■ **What is needed**
Would you output the entries below only from the line containing "fixed z_crit keeps" through the line containing "the marker's rule", exactly as they stand and with both ends included?

■ **Data records**

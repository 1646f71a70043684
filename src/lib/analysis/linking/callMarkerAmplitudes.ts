import { benjaminiHochberg } from '../stats/benjaminiHochberg';
import { normalUpperTail } from '../stats/normalUpperTail';
import type { MarkerAmplitude } from './estimateMarkerAmplitudes';
import type { MarkerCallRule } from './types';

/** One position's test and call in one channel; null values where the position lies outside the frame. */
export interface MarkerAmplitudeCall {
  /** amplitudeCounts / SE (dimensionless). */
  readonly z: number | null;
  /** (z − null median)/null MAD: N(0, 1) at empty places of this frame (dimensionless). */
  readonly zCalibrated: number | null;
  /** One-sided P(Z ≥ zCalibrated) under the calibrated null. */
  readonly pValue: number | null;
  /** Benjamini–Hochberg q over the positions measured in this frame. */
  readonly qValue: number | null;
  /** The call under the rule; null outside the frame. */
  readonly positive: boolean | null;
}

/**
 * Tests and calls the joint amplitudes of one channel under one rule (see {@link MarkerCallRule}): z = NNLS amplitude
 * over its SE, calibrated by the frame's null (median and MAD of z at empty places), a one-sided p-value, a BH q-value
 * within the frame, and the call. The camera-noise rule calls on calibrated z above a fixed z_crit rather than on
 * q: BH's cut-off loosens as the share of labelled vesicles grows (it controls the false discovery rate, not the false
 * positive rate), so two samples of different purity would be called with different cut-offs; a fixed z_crit keeps
 * the false-positive rate on unlabelled vesicles at the stated level in every sample.
 *
 * @param amplitudes - joint amplitudes from {@link estimateMarkerAmplitudes}; not modified
 * @param rule - the marker's rule
 * @returns one call per amplitude, same order
 * @see Benjamini Y, Hochberg Y. JRSS B 57:289–300, 1995 (docs/references.md §7).
 */
export function callMarkerAmplitudes(amplitudes: readonly MarkerAmplitude[], rule: MarkerCallRule): MarkerAmplitudeCall[] {
  const cal = rule.nullCalibration ?? { medianZ: 0, madZ: 1 };
  const tests = amplitudes.map((a) => {
    if (a.outOfFrame) return null;
    const z = a.stdErrCounts > 0 ? a.amplitudeCounts / a.stdErrCounts : Number.NaN;
    const zCalibrated = (z - cal.medianZ) / cal.madZ;
    return { z, zCalibrated, p: normalUpperTail(zCalibrated) };
  });
  const measured = tests.flatMap((t, i) => (t && Number.isFinite(t.p) ? [i] : []));
  const q = benjaminiHochberg(measured.map((i) => tests[i]!.p));
  const qByIndex = new Map(measured.map((i, j) => [i, q[j]]));
  return amplitudes.map((a, i) => {
    const t = tests[i];
    if (!t) return { z: null, zCalibrated: null, pValue: null, qValue: null, positive: null };
    const aboveNoise = Number.isFinite(t.zCalibrated) && rule.rule !== 'manual' && t.zCalibrated > rule.zCritical;
    const positive = rule.rule === 'manual'
      ? a.amplitudeCounts > rule.thresholdCounts
      : rule.rule === 'control' ? aboveNoise && a.amplitudeCounts > rule.thresholdCounts : aboveNoise;
    const fin = (v: number) => (Number.isFinite(v) ? v : null);
    return { z: fin(t.z), zCalibrated: fin(t.zCalibrated), pValue: fin(t.p), qValue: qByIndex.get(i) ?? null, positive };
  });
}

■ **Result for this task**
 * positive rate), so two samples of different purity would be called with different cut-offs; a fixed z_crit keeps
 * the false-positive rate on unlabelled vesicles at the stated level in every sample.
 *
 * @param amplitudes - joint amplitudes from {@link estimateMarkerAmplitudes}; not modified
 * @param rule - the marker's rule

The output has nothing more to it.